As a group, nurses are by far the largest group of health care professionals in the nation dwarfing MD's, social workers, physical therapists etc. Many nurses, nation-wide, are joining unions not only to earn a better salary (we use to earn less than grocery clerks) but to protect and defend our practice. To be a nurse requires that an individual be smart, flexible and maintain the compassion of saint or at the very least a nun. Our origins are the Knight Templars of the middle ages and orders of nuns who ran places like the Hotel Dieu in Paris. When we become a nurse, most take a modern version of the Nightengale oath which binds us to our patients as their advocates. We are no longer the doctor's hand maiden and practice under our own license and independent Board.

We have a great responsibility in taking care of you. Your life is in our hands on daily basis. Nurses in the city and county earn a decent salary commersirate with our expertise, length of time in practice and the responsibility we have in taking care of practice.

I would also say, that our profession can be dangerous, physically and emotionally draining but immensely rewarding.
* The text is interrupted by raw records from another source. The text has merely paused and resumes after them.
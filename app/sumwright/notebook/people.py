"""Who is there and what they may: three roles, and a password file with salted slow hashes.

The file is JSON, `{"format": "sumwright-people/1", "people": {name: {"role": ..., "password": hash or null}}}`, readable
by its owner alone. A person without a password signs in by the lab's own identity service (OAuth, OpenID Connect).
Hashes are Argon2id with a salt each (RFC 9106; the parameters are those of section 4's second recommendation).
"""

from __future__ import annotations

import getpass
import json
import os
import secrets
import tempfile
import threading
from collections.abc import Callable
from dataclasses import dataclass
from pathlib import Path

import argon2

from sumwright.errors import NotAllowed, StoreError

from .text import InvalidNotebookFile, InvalidText, clean_line, read_json

FORMAT = "sumwright-people/1"
ROLES = ("reader", "author", "keeper")
PASSWORD_LEAST = 10  # characters
PASSWORD_MOST = 1000  # characters, so that no one makes the hash work on megabytes

# What each role may, the lower ones included. Looking and moving sliders on one's own screen needs no leave.
_MAY = {
    "reader": frozenset({"read", "export"}),
    "author": frozenset({"save", "write", "new", "import", "rename"}),
    "keeper": frozenset({"archive"}),
}
ACTIONS = frozenset().union(*_MAY.values())

# RFC 9106, section 4: time 3, 64 MiB, 4 lanes, salt 16, tag 32 bytes.
_hasher = argon2.PasswordHasher(time_cost=3, memory_cost=65536, parallelism=4, hash_len=32, salt_len=16)
_NO_SUCH = _hasher.hash(secrets.token_urlsafe(24))  # so that an unknown name takes as long as a wrong password


@dataclass(frozen=True, slots=True)
class Person:
    """Who sits in front of the sheet: the name entries are signed with, and the role."""

    name: str
    role: str

    def may(self, action: str) -> bool:
        return may(self.role, action)


def may(role: str, action: str) -> bool:
    """Whether a role permits an action; ValueError for an action nobody knows, so that no typing error lets one in."""
    if action not in ACTIONS:
        raise ValueError(f"no such action: {action}")
    rank = ROLES.index(role)
    return any(action in _MAY[lower] for lower in ROLES[: rank + 1])


def require(person: Person, action: str) -> None:
    """NotAllowed unless the person's role permits the action."""
    if not person.may(action):
        least = next(role for role in ROLES if may(role, action))
        raise NotAllowed(
            f"{person.name} is signed in as {person.role}; to {action} takes the role {least}. Nothing was changed."
        )


def local_person() -> Person:
    """Without sign-in: the operating system's user, who may everything on this machine."""
    try:
        name = getpass.getuser()
    except (OSError, KeyError):  # no such user in the password database, as in some containers
        name = f"user {os.getuid()}" if hasattr(os, "getuid") else "local"
    return Person(clean_line("The user's name", name, most=200), "keeper")


class People:
    """The password file. Read anew when it changes, so that a removed person is out at the next act."""

    def __init__(self, path: Path):
        self.path = path
        self._lock = threading.Lock()
        self._stamp: tuple[int, int, int] | None = None
        self._held: dict[str, dict[str, str | None]] = {}

    def names(self) -> list[Person]:
        """Everybody in the file, by name."""
        return [Person(name, str(held["role"])) for name, held in sorted(self._read().items())]

    def person(self, name: str) -> Person | None:
        """The person of that name, None if there is none."""
        held = self._read().get(name)
        return None if held is None else Person(name, str(held["role"]))

    def check(self, name: str, password: str) -> bool:
        """Whether the password is that person's; as slow for a name that is not there."""
        held = self._read().get(name) or {}
        known = held.get("password")
        try:
            right = _hasher.verify(known or _NO_SUCH, password[:PASSWORD_MOST])
        except (argon2.exceptions.VerificationError, argon2.exceptions.InvalidHashError):
            return False
        return right and known is not None and len(password) <= PASSWORD_MOST

    def add(self, name: str, role: str, password: str | None) -> None:
        """Add a person, or give one another role or password; without a password for OAuth only."""
        name = clean_line("The person's name", name)
        if role not in ROLES:
            raise InvalidText(f"A role is one of {', '.join(ROLES)}; it is {role!r}.")
        if password is not None and not PASSWORD_LEAST <= len(password) <= PASSWORD_MOST:
            raise InvalidText(
                f"A password has {PASSWORD_LEAST} to {PASSWORD_MOST} characters; this one has {len(password)}."
            )
        hashed = None if password is None else _hasher.hash(password)
        self._change(lambda people: people.update({name: {"role": role, "password": hashed}}))

    def set_role(self, name: str, role: str) -> None:
        """Give a person another role, the password staying as it is."""
        if role not in ROLES:
            raise InvalidText(f"A role is one of {', '.join(ROLES)}; it is {role!r}.")
        self._known(name)
        self._change(lambda people: people[name].update(role=role))

    def remove(self, name: str) -> None:
        """Take a person out; what they wrote stays signed with their name."""
        self._known(name)
        self._change(lambda people: people.pop(name))

    def _known(self, name: str) -> None:
        if name not in self._read():
            raise InvalidText(f"There is nobody named {name!r} in {self.path}.")

    def _read(self) -> dict[str, dict[str, str | None]]:
        with self._lock:
            try:
                found = self.path.stat()
            except FileNotFoundError:
                return {}
            except OSError as error:
                raise StoreError(f"The people file {self.path} cannot be read: {error.strerror}.") from error
            stamp = (found.st_mtime_ns, found.st_size, found.st_ino)
            if stamp != self._stamp:
                self._held = self._parse()
                self._stamp = stamp
            return self._held

    def _parse(self) -> dict[str, dict[str, str | None]]:
        try:
            held = read_json(f"The people file {self.path}", self.path.read_bytes())
        except (OSError, InvalidNotebookFile) as error:
            raise StoreError(f"The people file {self.path} cannot be used: {error}") from None
        people = held.get("people") if isinstance(held, dict) and held.get("format") == FORMAT else None
        if not isinstance(people, dict):
            raise StoreError(f"The people file {self.path} is not of the format {FORMAT}.")
        for name, about in people.items():
            if not isinstance(about, dict) or about.get("role") not in ROLES or about.keys() != {"role", "password"}:
                raise StoreError(f"The people file {self.path} says of {name!r} what it must not; write it anew.")
        return people

    def _change(self, change: Callable[[dict[str, dict[str, str | None]]], object]) -> None:
        people = {name: dict(held) for name, held in self._read().items()}
        change(people)
        write_private(self.path, json.dumps({"format": FORMAT, "people": people}, indent=1, ensure_ascii=False) + "\n")


def write_private(path: Path, text: str) -> None:
    """Write a file whole or not at all, readable by its owner alone."""
    try:
        path.parent.mkdir(parents=True, exist_ok=True, mode=0o700)
        handle, temporary = tempfile.mkstemp(dir=path.parent, prefix=f".{path.name}.")  # mkstemp makes it 0600
        try:
            with os.fdopen(handle, "w", encoding="utf-8") as out:
                out.write(text)
                out.flush()
                os.fsync(out.fileno())
            Path(temporary).replace(path)
        except BaseException:
            Path(temporary).unlink(missing_ok=True)
            raise
    except OSError as error:
        raise StoreError(f"{path} cannot be written: {error.strerror}.") from error
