"""The store: notebooks, their sheets at work and their log, in SQLite or PostgreSQL by one code path.

Every public method is one transaction and may be called from any thread. An entry is on the disk when `append`
returns (SQLite: write-ahead log with full synchronisation; PostgreSQL: its own commit). Whatever the database throws
comes out as one `StoreError` with a sentence fit to show.
"""

from __future__ import annotations

import json
import math
import secrets
import shutil
import sqlite3
import zlib
from collections.abc import Iterator
from contextlib import contextmanager
from dataclasses import dataclass
from pathlib import Path
from typing import Any

from sqlalchemy import Engine, create_engine, event, func, select, update
from sqlalchemy.engine import make_url
from sqlalchemy.exc import ArgumentError, SQLAlchemyError
from sqlalchemy.orm import Session
from sqlalchemy.pool import NullPool

from sumwright.errors import Conflict, StoreError

from . import entries as log
from .entries import Entry, Flaw
from .migrations import migrate
from .tables import EntryRow, NotebookRow, SheetRow
from .text import InvalidText, canonical, clean_line

STATE_MOST = 4_000_000  # bytes of a sheet's state
HISTORY_MOST = 16_000_000  # bytes of its undo history before compression
ROOM_LEAST = 1_000_000  # bytes free on the disk under which a refusal says that it is full
WAIT = 5.0  # s that a writer waits for another before it gives up


@dataclass(frozen=True, slots=True)
class Notebook:
    """What a list of notebooks shows; times are UTC."""

    id: str
    origin: str
    title: str
    created_at: str
    created_by: str
    archived_at: str | None
    length: int
    head: str
    sheets: tuple[tuple[int, str], ...] = ()
    changed_at: str = ""
    changed_by: str = ""


@dataclass(frozen=True, slots=True)
class Sheet:
    """A sheet as it was last saved. `state` is the page's own JSON object, `history` its undo steps."""

    notebook: str
    number: int
    title: str
    state: dict[str, Any]
    history: dict[str, Any]
    revision: int
    saved_at: str
    saved_by: str


class SheetConflict(Conflict):
    """Somebody else saved the sheet in between; `theirs` is what they saved."""

    def __init__(self, theirs: Sheet):
        super().__init__(
            f"Sheet {theirs.number} was saved by {theirs.saved_by} at {theirs.saved_at}; "
            "take theirs, keep yours, or compare the two."
        )
        self.theirs = theirs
We work 7 days a week, holidays, weekends, grave-yards and in communities that need us. When a earth quake hits, we will be your first responders and may save your life, your kids life or someone you care about. I know, I was on the 11 th floor of UCSF as a nurse and worked 24 hours straight in 89 to cover two shifts when someone couldn't make it in.

For people who think we earn too much, what's too much for a profession that demands so much? Do you think our mayor should get so much or the supervisors?

We seem to have the money to afford yacht races and give aways to corporations whose CEO's dwarf any nurses' salary.

Posted by Guest lucretiamott on May. 15, 2012 @ 8:36 am

Nice sympathy piece. I'm sure nurses work hard. They are also overpaid. I don't care if they're overpaid in the private sector. In the public sector, however, taxpayers are footing the bill. With those salaries, nurses working for the city are the 1%, or very close to it.

Posted by The Commish on May. 15, 2012 @ 8:54 am
Posted by Guest on May. 15, 2012 @ 9:05 am

Thank you Lucy.

Posted by Guest on May. 22, 2012 @ 10:45 am

It should be noted that the RNs did not go into bargaining with the City asking for a raise.